The “crisis of confidence" speech which was to become better known as the “malaise speech” was the fifth speech is a series of speeches President Carter gave to the nation discussing the energy crisis and the economic recession America was battling in 1979. Compared to the speeches given by today’s politicians, the “crisis of confidence" speech given by Jimmy Carter on July 15, 1979 was the result of a truthful and candor conversation with the American public on the moral decay in America and the harmful association Americans were putting with consumer consumption and freedom. In his Oval Office speech, President Carter warned that Americans were beginning to worship self-indulgence and consumption and had strayed from the path of righteousness that hard work offers. The speech by President Carter was a bold warning that more Americans had begun to identify freedom and liberty through a quantitative perspective rather than a qualitative perspective.

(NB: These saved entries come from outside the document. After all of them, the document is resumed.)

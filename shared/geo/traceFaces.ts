import { signedArea } from './gridRing.ts'
import { isSamePoint, toFlatRing, type GridPoint } from './gridPoints.ts'
import { relateRings } from './relateRings.ts'

interface HalfEdge { from: GridPoint; to: GridPoint; cut: number | null; face: number }

/**
 * The polygons that cuts leave of one polygon: rings are followed with their ground on the left, turning off at every cut.
 * Cuts that separate nothing (from the outline to a hole and no further) are left out.
 * @param rings outer ring counter-clockwise, holes clockwise, with a corner wherever a cut begins or ends.
 * @param cuts lines from corner to corner of the rings, inside the polygon, not crossing one another.
 */
export function traceFaces(rings: readonly GridPoint[][], cuts: readonly GridPoint[][]): GridPoint[][][] {
  const halves = [
    ...rings.flatMap((ring) => ring.map((from, index) => halfEdge(from, ring[(index + 1) % ring.length] ?? from, null))),
    ...cuts.flatMap((cut, number) => cut.slice(1).flatMap((to, index) => {
      const from = cut[index] ?? to
      return [halfEdge(from, to, number), halfEdge(to, from, number)]
    })),
  ]
  const cycles = followAll(halves)
  const parting = cuts.filter((_, number) => new Set(halves.filter(({ cut }) => cut === number).map(({ face }) => face)).size > 1)
  if (parting.length < cuts.length) return traceFaces(rings, parting)
  return placeHoles(cycles.flatMap(untie))
}

const halfEdge = (from: GridPoint, to: GridPoint, cut: number | null): HalfEdge => ({ from, to, cut, face: -1 })
const keyOf = ([x, y]: GridPoint): string => `${x} ${y}`

function followAll(halves: readonly HalfEdge[]): GridPoint[][] {
  const leaving = new Map<string, HalfEdge[]>()
  for (const half of halves) leaving.set(keyOf(half.from), [...(leaving.get(keyOf(half.from)) ?? []), half])
  const cycles: GridPoint[][] = []
  for (const start of halves) {
    if (start.face !== -1) continue
    const cycle: GridPoint[] = []
    for (let half: HalfEdge | undefined = start; half !== undefined && half.face === -1; half = nextOf(half, leaving.get(keyOf(half.to)) ?? [])) {
      half.face = cycles.length
      cycle.push(half.from)
    }
    cycles.push(cycle)
  }
  return cycles
}

/** Of the edges leaving a corner the first one clockwise from the way back. */
function nextOf({ from, to }: HalfEdge, leaving: readonly HalfEdge[]): HalfEdge | undefined {
  const back = Math.atan2(from[1] - to[1], from[0] - to[0])
  const clockwise = ({ to: on }: HalfEdge): number => {
    const turned = (back - Math.atan2(on[1] - to[1], on[0] - to[0])) % (2 * Math.PI)
    return turned <= 0 ? turned + 2 * Math.PI : turned
  }
  return leaving.reduce<HalfEdge | undefined>((least, each) => (least === undefined || clockwise(each) < clockwise(least) ? each : least), undefined)
}

/** A ring that comes back to a corner, as where a cut passes by the corner of a hole, as rings that touch there. */
function untie(cycle: readonly GridPoint[]): GridPoint[][] {
  const rings: GridPoint[][] = []
  const open: GridPoint[] = []
  for (const corner of cycle) {
    const before = open.findIndex((each) => isSamePoint(each, corner))
    if (before !== -1) rings.push(open.splice(before))
    open.push(corner)
  }
  return [...rings, open].filter((ring) => ring.length > 2)
}

function placeHoles(cycles: readonly GridPoint[][]): GridPoint[][][] {
  const [outer, holes] = [cycles.filter((ring) => signedArea(toFlatRing(ring)) > 0), cycles.filter((ring) => signedArea(toFlatRing(ring)) < 0)]
  const faces = outer.map((ring) => [ring])
  for (const hole of holes) faces.find(([ring = []]) => relateRings(toFlatRing(hole), toFlatRing(ring)) === 'within')?.push(hole)
  return faces
}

Demonstrating the sort of complexity and humility that Carter tried to inject into the political debate at the time, Jimmy Carter described the major political institutions in Washington D.C., as a paralyzed and corrupt system and “a system of government that seems incapable of action”. President Carter candidly discussed the crisis of confidence that most Americans had in the political institutions in Washington D.C. and how the federal government had become “an island” isolated from the people. The recent decision of Congress to deny extending unemployment benefits to millions of unemployed workers and members of congress enjoying six figure incomes best illustrates this today.

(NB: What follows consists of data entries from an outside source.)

import { useQuery, useQueryClient } from '@tanstack/vue-query'
import { computed, ref, shallowRef, type ComputedRef, type Ref, type ShallowRef } from 'vue'
import type { FactorOffer, FactorState } from '../../../shared/contract/me.ts'
import { meApi } from '../../api/meApi.ts'
import { useSession } from '../../stores/session.ts'
import { useProof, type Proof } from './useProof.ts'

/** One's own second factor: how it stands, setting it up in two steps, new recovery codes, taking it away. */
export interface Factor {
  state: ComputedRef<FactorState | undefined>
  isError: ComputedRef<boolean>
  refetch: () => unknown
  /** What the authenticator takes, while it is being set up. */
  offer: ShallowRef<FactorOffer | null>
  /** Recovery codes that are shown this once. */
  codes: ShallowRef<string[]>
  code: Ref<string>
  begin: Proof
  confirm: Proof
  renew: Proof
  remove: Proof
}

export function useFactor(): Factor {
  const session = useSession()
  const client = useQueryClient()
  const key = computed(() => ['own-factor', session.user?.id ?? ''])
  const query = useQuery({ queryKey: key, queryFn: () => meApi.factor() })
  const offer = shallowRef<FactorOffer | null>(null)
  const codes = shallowRef<string[]>([])
  const code = ref('')

  /** The farms that asked for it open with it, or close. */
  async function again(): Promise<void> {
    code.value = ''
    await Promise.all([client.invalidateQueries({ queryKey: key.value }), session.reload()])
  }

  const fields = ['password', 'code']
  return {
    state: computed(() => query.data.value),
    isError: computed(() => query.isError.value),
    refetch: () => query.refetch(),
    offer, codes, code,
    begin: useProof(async (password) => { offer.value = await meApi.beginFactor(password) }, fields),
    confirm: useProof(async () => {
      codes.value = await meApi.confirmFactor(code.value)
      offer.value = null
      await again()
    }, fields),
    renew: useProof(async (password) => {
      codes.value = await meApi.renewCodes({ password, code: code.value })
      await again()
    }, fields),
    remove: useProof(async (password) => {
      await meApi.removeFactor({ password, code: code.value })
      await again()
    }, fields),
  }
}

Contrary to the failure of leadership President Obama displayed when he delivered his Oval Office speech on the Gulf oil disaster, the leadership of Jimmy Carter was demonstrated when he presented the American public with a six point plan for action to try to reduce the amount of oil the United States has to import from increasingly unstable regions of the world. Unlike President Obama, who could have seized on the Gulf oil disaster to discuss innovative ideas like recycling plastic back into petroleum, or the need to reduce our oil consumption with more mass transit, some of the points in President Carter’s overall strategy included creating a new energy mobilization board which, like the War Production Board in World War II, would cut through the red tape in government and help businesses create alternate energy markets. In addition to the new energy mobilization board proposal, the former President also wanted to set import quotas on oil, invest in alternative energy and set a goal of having 20 percent of American energy coming from solar power by the year 2000. By 2009, America only received about 0.7 percent of its electricity from solar energy.
While the speech was given over thirty years ago, the same problems facing the American people in 1979 such as high unemployment, over dependence on imported oil, and a political establishment isolated from its people, are again causing more Americans to have a crisis of confidence in their government and the economy. Unfortunately for the American people, thanks to decisions made by both political parties over the last thirty years and the increased amount of money influencing the political process, the future now looks more bleak than it did in the summer of 1979.